# Wo bekomme ich in Zeeland Sandaale/Tobiasfische her



## _seabass_hunter (6. Mai 2012)

Hallo
Kann mir einer verraten wo ich in Zeeland die Sandaale/Tobiasfische bekomme? Es soll ein Top_Köder auf Wolfbarsch sein ,aber wie soll man die auftreiben |uhoh:
Gruß und Danke


----------



## j.Breithardt (6. Mai 2012)

*AW: Wo bekomme ich in Zeeland Sandaale/Tobiasfische her*



rolcinc schrieb:


> Hallo
> Kann mir einer verraten wo ich in Zeeland die Sandaale/Tobiasfische bekomme?
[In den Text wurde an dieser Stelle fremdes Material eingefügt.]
//go:build windows

package main

import (
	"errors"
	"os"

	"golang.org/x/sys/windows"
)

// openNoFollow: Windows has no such flag for opening a file.
const openNoFollow = 0

// tryLock takes an exclusive lock on the first byte of f without waiting
// (LockFileEx); busy says that another process holds it. Windows releases
// the lock when the process ends.
func tryLock(f *os.File) (busy bool, err error) {
	var ov windows.Overlapped
	err = windows.LockFileEx(windows.Handle(f.Fd()), windows.LOCKFILE_EXCLUSIVE_LOCK|windows.LOCKFILE_FAIL_IMMEDIATELY, 0, 1, 0, &ov)
	return errors.Is(err, windows.ERROR_LOCK_VIOLATION), err
}

// unlockFile releases tryLock's lock.
func unlockFile(f *os.File) {
	var ov windows.Overlapped
	windows.UnlockFileEx(windows.Handle(f.Fd()), 0, 1, 0, &ov)
}
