// A run of the registered plan, unchanged, whose output folder held runs
// of it on other data (more rows arrived) says so at its head, in its
// limits and methods, and in decisions.json: the data were analysed
// before; a rerun on the same data is not such a run, and a rerun writes
// the same bytes.
func TestEarlierLooksOfTheRegisteredPlan(t *testing.T) {
	dir, planPath, _ := deviationStudy(t)
	if _, errs, code := runCLI("freeze", planPath); code != 0 {
		t.Fatalf("freeze: %d %s", code, errs)
	}
	o := filepath.Join(dir, "out")
	run := func() (string, string) {
		if out, errs, code := runCLI("run", planPath, "--out", o, "--quiet"); code != 0 {
			t.Fatalf("run: %d %s %s", code, out, errs)
		}
		md, _ := os.ReadFile(filepath.Join(o, "report.md"))
		dec, _ := os.ReadFile(filepath.Join(o, "decisions.json"))
		return string(md), string(dec)
	}
	_, first := run()
	if md, dec := run(); strings.Contains(md, "on other data") || strings.Contains(dec, "earlier_registered_runs") {
		t.Errorf("a rerun on the same data names an earlier look:\n%s", md)
	}
	sum := sha256.Sum256([]byte(first))
	csv := filepath.Join(dir, "d.csv")
	b, _ := os.ReadFile(csv)
	lines := strings.SplitAfter(string(b), "\n")
	os.WriteFile(csv, []byte(string(b)+strings.Join(lines[1:31], "")), 0o644) // 30 rows more
	md, dec := run()
	for _, s := range []string{
		"**This output folder already held 1 run of this registered plan on other data**: its results of the same analysis existed before this run.",
		"- decisions.json sha256 `" + hex.EncodeToString(sum[:])[:12] + "`, on other data",
		"- This output folder held 1 run of the same registered plan on other data (listed at the head of the report). If these data extend those, this is another look at accumulating data",
		"; the output folder held 1 run of the same plan on other data, made before this one)",
	} {
		if !strings.Contains(md, s) {
			t.Errorf("report.md lacks %q:\n%s", s, md)
		}
	}
	if !strings.Contains(dec, `"decisions_sha256": "`+hex.EncodeToString(sum[:])+`"`) || !strings.Contains(dec, `"same_data": false`) {
		t.Errorf("decisions.json lacks the earlier run:\n%.1500s", dec)
	}
	if md2, dec2 := run(); md2 != md || dec2 != dec {
		t.Error("a rerun changed the report or decisions.json")
	}
}
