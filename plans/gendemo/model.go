package main

import (
	"fmt"
	"math"
	"math/rand/v2"
	"strconv"
	"strings"
)

// True parameter values (see the package comment).
var (
	labels    = []string{"very_unsafe", "unsafe", "neutral", "safe", "very_safe"}
	theta     = []float64{-2.60, -1.00, 0.40, 2.00}
	bPilot    = []float64{1.10, 0.85, 0.60, 0.40}
	bFemale   = []float64{-0.55, -0.40, -0.25, -0.10}
	bAge      = -0.015
	bChild    = -0.40
	bYearsLog = 0.25 // per unit of log(years_resident + 1)
	bCyclist  = 0.70
	// street_type: residential (reference), through_road, cul_de_sac
	streetTypes = []string{"residential", "through_road", "cul_de_sac"}
	streetShare = []float64{0.55, 0.25, 0.20}
	bStreet     = []float64{0, -0.60, 0.35}
	// the pilot works better on through roads: pilot x through_road
	bPilotThrough = 0.55
	pMissAge      = 0.01
	pMissYear     = 0.02
)

// gen draws from a PCG source only through its 64-bit output, so that the
// stream depends on nothing but the source.
type gen struct{ src *rand.PCG }

func newGen(hi, lo uint64) *gen { return &gen{src: rand.NewPCG(hi, lo)} }

// unif returns a uniform number in [0, 1).
func (g *gen) unif() float64 { return float64(g.src.Uint64()>>11) / (1 << 53) }

func (g *gen) bern(p float64) int {
	if g.unif() < p {
		return 1
	}
	return 0
}

// normal returns a standard normal number (Box-Muller, one of the pair).
func (g *gen) normal() float64 {
	u1, u2 := 1-g.unif(), g.unif()
	return math.Sqrt(-2*math.Log(u1)) * math.Cos(2*math.Pi*u2)
}

// resident is one simulated survey row.
type resident struct {
	safety                        int
	pilot, female, child, cyclist int
	age                           int
	years                         float64
	district                      int
	street                        int
	ageMissing, yearsMissing      bool
}

func (g *gen) resident() (resident, error) {
	var r resident
	r.district = int(g.unif() * districts)
	pPilot := 0.15
	if r.district < 10 {
		pPilot = 0.60
	}
	r.pilot = g.bern(pPilot)
	r.female = g.bern(0.52)
	for {
		r.age = int(math.Round(47 + 16*g.normal()))
		if r.age >= 18 && r.age <= 85 {
			break
		}
	}
	pChild, pCyc := 0.12, 0.20
	if r.age < 50 {
		pChild = 0.45
	}
	if r.age < 40 {
		pCyc = 0.35
	}
	r.child = g.bern(pChild)
	y := -11 * math.Log(1-g.unif())
	y = math.Min(y, math.Min(float64(r.age-18), 40))
	r.years = math.Round(y*10) / 10
	r.cyclist = g.bern(pCyc)
	u := g.unif()
	for r.street = 0; r.street < len(streetShare)-1 && u >= streetShare[r.street]; r.street++ {
		u -= streetShare[r.street]
	}

	s, err := r.draw(g.unif())
	if err != nil {
		return r, err
	}
	r.safety = s
	r.ageMissing = g.unif() < pMissAge
	r.yearsMissing = g.unif() < pMissYear
	return r, nil
}

// draw returns the category whose cumulative probability interval holds u.
func (r *resident) draw(u float64) (int, error) {
	common := bAge*float64(r.age) + bChild*float64(r.child) +
		bYearsLog*math.Log(r.years+1) + bCyclist*float64(r.cyclist) + bStreet[r.street]
	if r.street == 1 {
		common += bPilotThrough * float64(r.pilot)
	}
	prev := 0.0
	for j := range theta {
		eta := common + bPilot[j]*float64(r.pilot) + bFemale[j]*float64(r.female)
		cum := 1 / (1 + math.Exp(-(theta[j] - eta)))
		if cum < prev {
			return 0, fmt.Errorf("cumulative probabilities cross at boundary %d", j+1)
		}
		if u < cum {
			return j, nil
		}
		prev = cum
	}
	return len(theta), nil
}

func (r *resident) csv() string {
	age := strconv.Itoa(r.age)
	if r.ageMissing {
		age = ""
	}
	years := strconv.FormatFloat(r.years, 'f', 1, 64)
	if r.yearsMissing {
		years = ""
	}
	return strings.Join([]string{
		labels[r.safety],
		strconv.Itoa(r.pilot),
		strconv.Itoa(r.female),
		age,
		strconv.Itoa(r.child),
		years,
		strconv.Itoa(r.cyclist),
		streetTypes[r.street],
		fmt.Sprintf("d%02d", r.district+1),
	}, ",") + "\n"
}
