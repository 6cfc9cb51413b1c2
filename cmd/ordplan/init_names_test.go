package main

import (
	"os"
	"path/filepath"
	"strings"
	"testing"
)

// ordplan init on a workbook whose header cell wraps onto two lines
// ("Age\n(years)", typed with a line break) writes a plan that reads (the
// name quoted in its comment, where it broke the comment into a line the
// plan's reader refused), describes the column as needing a name on one
// line and proposes it as no predictor; a plan or fit naming it on one
// line is told what the file calls it.
func TestInitNameWithLineBreak(t *testing.T) {
	dir := t.TempDir()
	rows := [][]any{{"y", "Age\n(years)", "x"}}
	for i := 0; i < 24; i++ {
		rows = append(rows, []any{1 + i%3, 20 + i%9, float64(i%5) / 4})
	}
	data := filepath.Join(dir, "n.xlsx")
	if err := os.WriteFile(data, bookOf(t, rows, nil), 0o644); err != nil {
		t.Fatal(err)
	}
	plan := filepath.Join(dir, "n.yaml")
	if _, errs, code := runCLI("init", plan, "--data", data); code != 0 {
		t.Fatal(errs)
	}
	text, err := os.ReadFile(plan)
	if err != nil {
		t.Fatal(err)
	}
	hasEach(t, string(text), `#   "Age\n(years)"  its name holds a line break (or another control character), which a plan cannot write: rename the column in the file, on one line, to use it`+"\n", "predictors: [x]\n")
	if _, errs, code := runCLI("check", plan); code != 0 {
		t.Errorf("check of the plan init wrote: exit %d\n%s\n%s", code, errs, text)
	}
	_, errs, code := runCLI(fitArgs(data, "--predictors", "Age (years)")...)
	if want := `n.xlsx: column "Age (years)": predictor column not found in the header; the file names it "Age\n(years)", with a line break (or another control character) in the name, which a plan cannot write: rename the column in the file, on one line`; code != 1 || !strings.Contains(errs, want) {
		t.Errorf("fit: exit %d, want %q in\n%s", code, want, errs)
	}
}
Es soll ein Top_Köder auf Wolfbarsch sein ,aber wie soll man die auftreiben |uhoh:
> Gruß und Danke


 

Durchgangsstr. in Westkapelle,der Laden heist Melis.


----------



## _seabass_hunter (6. Mai 2012)

*AW: Wo bekomme ich in Zeeland Sandaale/Tobiasfische her*

http://www.meliswestkapelle.nl/hengelsport/10-zee-aas
aber hat der auch die Tobis ??Wenn ja sind die Frisch oder gefroren?


----------



## j.Breithardt (6. Mai 2012)

*AW: Wo bekomme ich in Zeeland Sandaale/Tobiasfische her*



rolcinc schrieb:


> http://www.meliswestkapelle.nl/hengelsport/10-zee-aas
> aber hat der auch die Tobis ??Wenn ja sind die Frisch oder gefroren?


 

Frische habe ich noch nicht dort gesehen,nur gefroren oder
konserviert.


----------



## _seabass_hunter (6. Mai 2012)

*AW: Wo bekomme ich in Zeeland Sandaale/Tobiasfische her*

Was kostet die da?


----------



## j.Breithardt (6. Mai 2012)

*AW: Wo bekomme ich in Zeeland Sandaale/Tobiasfische her*



rolcinc schrieb:


> Was kostet die da?


 

Keine Ahnung,schon länger keine mehr gekauft.


----------



## _seabass_hunter (6. Mai 2012)

*AW: Wo bekomme ich in Zeeland Sandaale/Tobiasfische her*

Ok Danke


----------



## Pippa (7. Mai 2012)

*AW: Wo bekomme ich in Zeeland Sandaale/Tobiasfische her*

Wenn du beim Melis bist, sprich ihn auf den Kreek an ... und hol dir ein Ticket! Falls er nicht selbst drauf eingeht, frag ihn auch nach den "besonderen Bestimmungen", was die Entnahmeerlaubnis angeht. Es kann sich wirklich lohnen 


Viel Spaß!


----------



## _seabass_hunter (7. Mai 2012)

*AW: Wo bekomme ich in Zeeland Sandaale/Tobiasfische her*



Pippa schrieb:


> Wenn du beim Melis bist, sprich ihn auf den Kreek an ... und hol dir ein Ticket! Falls er nicht selbst drauf eingeht, frag ihn auch nach den "besonderen Bestimmungen", was die Entnahmeerlaubnis angeht. Es kann sich wirklich lohnen
> 
> 
> Viel Spaß!



Brauch hier mal eine Übersetzung)
Was ist Kreek? Für was brauche ich ein Ticket? Entnahmeerlaubnis??Lohnen??
Verstehe hier nur Bahnhof:c
Danke


----------



## Pippa (7. Mai 2012)

*AW: Wo bekomme ich in Zeeland Sandaale/Tobiasfische her*



rolcinc schrieb:


> Brauch hier mal eine Übersetzung)
> Was ist Kreek? Für was brauche ich ein Ticket? Entnahmeerlaubnis??Lohnen??
> Verstehe hier nur Bahnhof:c
> Danke



OK, ich versuch's mal :g

Kreek: wörtlich: Bach; Gewässer in Westkapelle
Ticket: Berechtigung am Gewässer zu angeln (Tag/Woche)
Entnahmeerlaubnis: Berechtigung, Fische mitzunehmen (im Speziellen ist hier eine Fischart gemeint, die im Rest der Niederlande nicht entnommen werden darf)
Lohnen: siehe "Entnahmeerlaubnis"

Habe absichtlich etwas kryptisch getippselt, damit ich keinen Massen-Angeltourismus auslöse |uhoh:|supergri


----------